# Mussels 6 core PC build (56k warning)



## Mussels (Jun 10, 2010)

I took pics while i was making the system, once it was tested and assembled, and then while i was cleaning up the massive cable mess i left behind.

The following pics will be in chronological order 

Boxes!







excitement!





A friend wanted the window but didnt get it with his, so i got the window version and we swapped panels.





Top ports and X-dock





Front view (theres a lot of these )





Widdle baybee mobo!





Angled shot





The original fan setup - the top fan actually hits the TRUE 120, so i moved it down the bottom, and removed the black fan.





Curse you ram slots, for being so close to the TRUE120!









Due to poor layout, i'm stuck with 2 SATA ports only (why dont they face the OTHER way, so the 90 degree cables go OUT, and not over the other ports? retards!)





Look at me, i'm a soundcard and 5870 and together WE ARE FREAKING HUGE





Top view - you can see my PCI-E 1x E-SATA card in the top slot here





At some point i dissasembled the case to mess with the top fans and put another one here, these are those pics.

You can see how the second top fan will nicely cool the ram 









Front with panel removed





Front with panel on





I ended up with two white bladed nexus fans for the top exhausts... they look nice 





The mess. it should be noted the fan on the CPU is sucking air, so that it blows into the top exhausts.






Badger badger badger SNAAAAAAKE CABLE SNAAAAKES (oh and some assorted debris, i broke a plastic thingy and it went all over the carpet)





Zip ties make big messes small messes!









My IDE cable-Fu





The reduced cable mess






Side view without panel





Side view WITH panel... looks a lot better IMO.





Final cleaned up shot - i could waste more time on this, but i ran out of zip ties.


----------



## brandonwh64 (Jun 10, 2010)

Nice build!! looks good! dont worry about Cable management. mine sucks as well LOL!


----------



## Mussels (Jun 10, 2010)

brandonwh64 said:


> Nice build!! looks good! dont worry about Cable management. mine sucks as well LOL!



everything that gets warm has active cooling (ram has 120mm, NB gets most of the 140mm side panel fan)... and its almost silent. the corsair PSU is the loudest thing in there, and most people consider those inaudible at idle.


----------



## wolf (Jun 10, 2010)

very slick build Mussels, just a pity that PSU isn't modular (from an aesthetic point of view)

also I wonder why you went a 5870 and not a 5850?


----------



## cadaveca (Jun 10, 2010)

I'm kinda curious why you didn't stuff the cable through the mobo tray hole...alas with the door on, noone really sees inside, but I'm picky that way.


----------



## Mussels (Jun 10, 2010)

cadaveca said:


> I'm kinda curious why you didn't stuff the cable throug the mobo tray hole...



They all are... this PSU has a metric shit ton of cables and since they dont fit behind the side panel, i looped them back around.


See this picture for how much i had to deal with from the PSU alone







If i am me, reading this in the future... buy a modular PSU next time.


----------



## hellrazor (Jun 10, 2010)

The only thing better than zip-ties is ducttape, and even then it depends on the job to be done.


----------



## Mr McC (Jun 10, 2010)

Nice, reminds me a lot of my own rig.

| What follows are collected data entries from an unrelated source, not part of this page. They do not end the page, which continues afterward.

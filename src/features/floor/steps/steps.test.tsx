import { render, screen, waitFor, within } from '@testing-library/react';
import userEvent from '@testing-library/user-event';
import { describe, expect, it, vi } from 'vitest';
import { FixtureRun, technician } from '../../../../tests/support/floor-run';
import { Journal } from '../../../../tests/support/journal';
import { smallPlan } from '../../../../tests/support/small-documents';
import { sha256OfBytes } from '@/offline/hashing';
import type * as Photo from '@/offline/photo';

vi.mock('@/offline/photo', async (original) => {
  const real = await original<typeof Photo>();
  return {
    ...real,
    roomForPhotos: async () => ({ low: false }),
    preparePhoto: async (file: Blob) => {
      const bytes = await file.arrayBuffer();
      return { hash: sha256OfBytes(new Uint8Array(bytes)), bytes, type: 'image/jpeg', width: 4, height: 3 };
    },
  };
});

/** The run at a step, once its screen is there. */
async function runAt(step: string) {
  const journal = new Journal(smallPlan()).performUntil(step);
  render(<FixtureRun journal={journal} start={{ step, isVisit: false }} />);
  await waitFor(() => expect(main()).toBeInTheDocument(), { timeout: 5000 });
  return { journal, user: userEvent.setup(), last: () => journal.entries.at(-1) };
}

const main = () => document.querySelector<HTMLElement>('.main-action')!;

async function key(user: ReturnType<typeof userEvent.setup>, digits: string) {
  for (const digit of digits) {
    await user.click(screen.getByRole('button', { name: digit === '.' ? 'decimal point' : digit }));
  }
}

describe('a step on the Floor', () => {
  it('is done at one touch, and the next one stands there', async () => {
    const { user, last } = await runAt('strip.raise');
    expect(screen.getByRole('heading', { name: 'Raise the vehicle' })).toBeVisible();
    await user.click(screen.getByRole('button', { name: /^Done/ }));
    expect(last()).toMatchObject({ kind: 'done', step: 'strip.raise' });
    expect(screen.getByRole('heading', { name: 'Strap it to the lift' })).toBeVisible();
    expect(screen.getByText(/^Done .*, on this tablet: Raise the vehicle$/)).toBeVisible();
  });

  it('places something temporary and says what it bars', async () => {
    const { user, last } = await runAt('strip.strap');
    expect(screen.getByText(/it bars lowering or moving the vehicle and the handover/)).toBeVisible();
    await user.click(screen.getByRole('button', { name: /^Placed/ }));
    expect(last()).toMatchObject({ kind: 'placed', step: 'strip.strap' });
  });

  it('takes something off with its count and its place', async () => {
    const { user, last } = await runAt('strip.tray-off');
    await user.click(screen.getByRole('button', { name: /^Off/ }));
    expect(last()).toMatchObject({ kind: 'removed', data: { count: 8, into: 'rack 1' } });
  });

  it('takes another place for what comes off', async () => {
    const { user, last } = await runAt('strip.tray-off');
    await user.click(screen.getByRole('button', { name: 'Other place' }));
    await user.click(screen.getByRole('radio', { name: 'tray 2' }));
    await user.click(screen.getByRole('button', { name: /^Off/ }));
    expect(last()).toMatchObject({ kind: 'removed', data: { count: 8, into: 'tray 2' } });
  });

  it('counts on a pad and never offers what was counted before', async () => {
    const { user, journal, last } = await runAt('strip.rags-out');
    expect(main()).toHaveAttribute('aria-disabled', 'true');
    await key(user, '12');
    await user.click(screen.getByRole('button', { name: /^Keep 12 rags/ }));
    expect(last()).toMatchObject({ kind: 'counted', data: { count: 12 } });
    expect(journal.state.tallies.rags).toEqual({ out: 12 });
  });

  it('shows what went out only after the own count is kept, and opens a deviation where they differ', async () => {
    const { user, journal } = await runAt('build.rags-in');
    expect(screen.queryByText(/12 went out/)).toBeNull();
    await key(user, '11');
    await user.click(screen.getByRole('button', { name: /^Keep 11 rags/ }));
    expect(screen.getByText('Not all of them')).toBeVisible();
    expect(screen.getByText(/12 went out/)).toBeVisible();
    expect(journal.state.deviations.at(-1)).toMatchObject({ rule: 'count-differs', blocks: true });
  });

  it('answers every check in order at one touch', async () => {
    const { user, last } = await runAt('strip.shell-look@1U');
    await user.click(screen.getByRole('button', { name: /^All in order/ }));
    expect(last()).toMatchObject({ kind: 'inspected', data: { checks: [{ id: 'sound', ok: true }] } });
  });

  it('takes a check that is not in order with its words, and stays for the deviation', async () => {
    const { user, journal, last } = await runAt('strip.shell-look@1U');
    await user.click(screen.getByRole('button', { name: 'Is shell 1U sound?' }));
    await user.click(screen.getByRole('button', { name: 'Say what is wrong' }));
    await user.type(screen.getByRole('textbox', { name: /^What is wrong/ }), 'copper shows');
    await user.click(screen.getByRole('button', { name: /^Keep: not in order/ }));
    expect(last()).toMatchObject({ data: { checks: [{ ok: false, note: 'copper shows' }] } });
    expect(journal.state.deviations.at(-1)).toMatchObject({ rule: 'not-in-order' });
    expect(screen.getByText(/A deviation is open on this step/)).toBeVisible();
  });

  it('asks the lot of a part and picks it from the kit check later', async () => {
    const { user, last } = await runAt('strip.old-shell-kit');
    expect(main()).toHaveTextContent('the lot is needed');
    await key(user, 'S-1');
    await user.click(screen.getByRole('button', { name: /^Confirmed/ }));
    expect(last()).toMatchObject({ kind: 'fitted', data: { count: 8, lot: 'S-1' } });
  });

  it('puts a one-use item on again with the lot of the new one', async () => {
    const { user, last } = await runAt('build.sump-on');
    await key(user, 'G7');
    await user.click(screen.getByRole('button', { name: /^Refitted/ }));
    expect(last()).toMatchObject({ kind: 'refitted', data: { lot: 'G7' } });
  });

  it('keeps what was poured, not what should have been', async () => {
    const { user, last } = await runAt('build.oil');
    expect(main()).toHaveAttribute('aria-disabled', 'true');
    await key(user, '4.1');
    await user.click(screen.getByRole('button', { name: /^Filled 4.1 L/ }));
    expect(last()).toMatchObject({ kind: 'filled', data: { quantity: '4.1', unit: 'L' } });
  });

  it('judges a reading only after it is kept', async () => {
    const { user, last } = await runAt('build.side@rod1');
    await key(user, '9.5');
    expect(screen.queryByText('No limit known')).toBeNull();
    await user.click(screen.getByRole('button', { name: /^Keep 9.5/ }));
    expect(last()).toMatchObject({ kind: 'read', data: { value: '9.5', how: 'typed' } });
    expect(screen.getByText('No limit known')).toBeVisible();
    expect(screen.getByText(/A deviation is open\. The supervisor disposes of it/)).toBeVisible();
  });

  it('turns the crank to its stop', async () => {
    const { user, journal, last } = await runAt('strip.turn-to@stop1');
    const step = journal.step('strip.turn-to@stop1');
    const angle = step.kind === 'turn' ? step.toAngle : undefined;
    await user.click(screen.getByRole('button', { name: new RegExp(`^Turned to ${angle}°`) }));
    expect(last()).toMatchObject({ kind: 'turned', data: { toAngle: angle } });
  });

  it('says why the crank may not turn while a cap is off', async () => {
    const journal = new Journal(smallPlan()).performUntil('strip.shell-look@1U');
    render(<FixtureRun journal={journal} start={{ step: 'build.turns', isVisit: true }} />);
    expect(await screen.findByText('Not yet')).toBeVisible();
    expect(screen.getByRole('button', { name: /^Back to what can be done/ })).toBeEnabled();
  });

  it('shows a photograph before it is kept, and keeps it with where it came from', async () => {
    const { user, last } = await runAt('strip.arrival');
    URL.createObjectURL = () => 'blob:test';
    URL.revokeObjectURL = () => undefined;
    const file = new File(['pixels'], 'a.jpg', { type: 'image/jpeg' });
    await user.upload(screen.getByLabelText('Photograph from the camera'), file);
    await user.click(await screen.findByRole('button', { name: /^Keep the photograph/ }));
    expect(last()).toMatchObject({
      kind: 'photographed',
      data: { from: 'camera here', subject: 'arrival', bytes: 6, identity: true },
    });
  });

  it('chooses both shells with the lot of the kit check', async () => {
    const { user, last } = await runAt(smallPlan().steps.find(({ kind }) => kind === 'choose-shells')!.id);
    await user.click(screen.getByRole('button', { name: /^Shells chosen/ }));
    expect(last()).toMatchObject({
      kind: 'chose-shells',
      data: { upper: { grade: 'blue', lot: 'lot shells' }, lower: { grade: 'blue', lot: 'lot shells' } },
    });
  });

  it('drives the road test with the odometer before and after', async () => {
    const { user, last } = await runAt('build.drive');
    await user.click(await screen.findByRole('button', { name: 'Another reading' }));
    await key(user, '1000');
    await user.click(screen.getByRole('button', { name: /^Start the road test/ }));
    expect(last()).toMatchObject({ kind: 'drive-started', data: { odometer: '1000', unit: 'km' } });
    await user.click(screen.getByRole('button', { name: 'Another reading' }));
    await key(user, '0990');
    await user.click(screen.getByRole('button', { name: /^End the road test/ }));
    expect(screen.getByRole('alert')).toHaveTextContent('An odometer does not run backwards.');
    for (let i = 0; i < 3; i += 1)
      await user.click(screen.getByRole('button', { name: 'erase the last digit' }));
    await key(user, '1001');
    await user.click(screen.getByRole('button', { name: /^End the road test/ }));
    expect(last()).toMatchObject({ kind: 'drive-ended', data: { odometer: '1001' } });
    expect(screen.getByText(/That is less than asked/)).toBeVisible();
  });

  it('offers what the odometer is likely to show, and moves on from a road test that was long enough', async () => {
    const { user, journal, last } = await runAt('build.drive');
    const [likely] = await screen.findAllByRole('radio');
    await user.click(likely!);
    await user.click(screen.getByRole('button', { name: /^Start the road test/ }));
    expect(last()).toMatchObject({ data: { odometer: journal.state.odometer!.value } });
    await user.click(screen.getAllByRole('radio')[0]!);
    expect(main()).toHaveTextContent(/ km driven/);
    await user.click(screen.getByRole('button', { name: /^End the road test/ }));
    expect(screen.getByRole('heading', { name: 'Hand over' })).toBeVisible();
  });

  it('keeps a gap by the blade that passes at two touches, and has keys for another value', async () => {
    const plan = smallPlan();
    const sideClearance = { ...plan.limits.sideClearance!, low: '0.15', high: '0.30' };
    const journal = new Journal({ ...plan, limits: { ...plan.limits, sideClearance } });
    const step = plan.steps.find(({ kind }) => kind === 'read')!.id;
    render(<FixtureRun journal={journal.performUntil(step)} start={{ step, isVisit: false }} />);
    const user = userEvent.setup();
    const last = () => journal.entries.at(-1);
    await waitFor(() => expect(main()).toHaveTextContent('touch a blade'));
    await user.click(screen.getByRole('button', { name: 'Other value' }));
    await key(user, '0.23');
    expect(main()).toHaveTextContent('Keep 0.23 mm');
    await user.click(screen.getByRole('button', { name: 'By blade' }));
    await user.click(screen.getByRole('button', { name: '0.20 mm' }));
    expect(screen.queryByText('Inside')).toBeNull();
    await user.click(screen.getByRole('button', { name: /^Keep 0.20 mm/ }));
    expect(last()).toMatchObject({ kind: 'read', data: { value: '0.20', unit: 'mm', how: 'typed' } });
    const verdict = within(await screen.findByRole('region', { name: 'The reading just kept' }));
    expect(verdict.getByText('Inside')).toBeVisible();
  });

  it('takes a lot from a scanner that types it and ends with Enter, without a touch', async () => {
    const { user, last } = await runAt('strip.old-shell-kit');
    await user.keyboard('r-77');
    expect(screen.getByRole('textbox')).toHaveValue('R-77');
    await user.keyboard('{Enter}');
    expect(last()).toMatchObject({ kind: 'fitted', data: { lot: 'R-77' } });
    expect(screen.getByText(/Shells on the trolley, lot R-77$/)).toBeVisible();
  });

  it('lets a second scan replace the first', async () => {
    const { user } = await runAt('strip.old-shell-kit');
    await user.keyboard('A1');
    screen.getByRole('textbox').blur();
    await user.keyboard('B2');
    expect(screen.getByRole('textbox')).toHaveValue('B2');
  });

  it('lets whoever may witness a point say so', async () => {
    const journal = new Journal(smallPlan()).performUntil('strip.turn-to@stop1');
    render(<FixtureRun journal={journal} start={{ step: 'strip.look', isVisit: true }} />);
    const user = userEvent.setup();
    await user.click(await screen.findByRole('radio', { name: /S. Visor/ }));
    await user.click(screen.getByRole('button', { name: /^I have looked/ }));
    expect(journal.entries.at(-1)).toMatchObject({ kind: 'witnessed', by: 'sup' });
  });

  it('makes safe, parks, and offers to resume', async () => {
    const journal = new Journal(smallPlan()).performUntil('strip.raise');
    render(<FixtureRun journal={journal} start={{ step: 'strip.park', isVisit: true }} />);
    const user = userEvent.setup();
    await user.click(await screen.findByRole('button', { name: /^Safe, park the job/ }));
    expect(journal.state.phase).toBe('parked');
    await user.click(await screen.findByRole('button', { name: /^As it was left, resume/ }));
    expect(journal.state.phase).toBe('running');
  });

  it('is handed over by a supervisor only', async () => {
    const journal = new Journal(smallPlan()).performUntil('build.hand-over');
    render(<FixtureRun journal={journal} person={technician} />);
    await waitFor(() => expect(main()).toHaveTextContent('a supervisor hands over'));
  });

  it('says in words why something was not recorded', async () => {
    const { user, journal } = await runAt('strip.raise');
    journal.workshop.people[0]!.active = false;
    await user.click(screen.getByRole('button', { name: /^Done/ }));
    expect(screen.getByRole('alert')).toHaveTextContent('Not recorded');
    expect(screen.getByRole('alert')).toHaveTextContent('no longer active');
    expect(journal.state.steps['strip.raise']?.status).toBe('open');
  });
});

You can tell me when it's time to upgrade again.


----------



## wolf (Jun 10, 2010)

Order of the cosmos;

1. Zipties
2. Duct tape
3. everything else


----------



## cadaveca (Jun 10, 2010)

Mussels said:


> They all are... this PSU has a metric shit ton of cables and since they dont fit behind the side panel, i looped them back around.
> 
> ~snip~
> 
> If i am me, reading this in the future... buy a modular PSU next time.



OMG Mussels, that PSU has a TONNE of cables...I literally spit coffee all over my monitors when I saw that pic. Looks like about 12 feet of extra wires...


----------



## brandonwh64 (Jun 10, 2010)

I need to take more pictures of mine


----------



## Mr McC (Jun 10, 2010)

hellrazor said:


> The only thing better than zip-ties is ducttape, and even then it depends on the job to be done.



I hate the stuff, it's certainly tidier, probably the tidiest, but when you have to cut it to take components out it's a royal pain in the ass: playing Operation with a scalpel only the buzz is now your squeal as your hand slips and you cut into something expensive. 

I found rolls of velcro strip that can be cut to the required length along with cable ties to be the best compromise.


----------



## r9 (Jun 10, 2010)

Would not be better the CPU cooler fan to be on the other side of the cooler ? That way would  blow air toward the fins and than air would quickly exit the case. Instead of ending up on the VGA`s back PCB.


----------



## cadaveca (Jun 10, 2010)

Fan sucks air THROUGH the heatsink, then out top, methinks.


----------



## Mussels (Jun 10, 2010)

r9 said:


> Would not be better the CPU cooler fan to be on the other side of the cooler ? That way would  blow air toward the fins and than air would quickly exit the case. Instead of ending up on the VGA`s back PCB.





cadaveca said:


> Fan sucks air THROUGH the heatsink, then out top, methinks.



i specifically stated that the air is sucked up, and blown out the top. the reason for this is that i have lost my fan clips, and thus, it likes to fall off (and zip ties are a BITCH in such a confined space)


----------



## bogmali (Jun 10, 2010)

Nice Rig Mussels, I have the same case and it's a lot better from the original CM690.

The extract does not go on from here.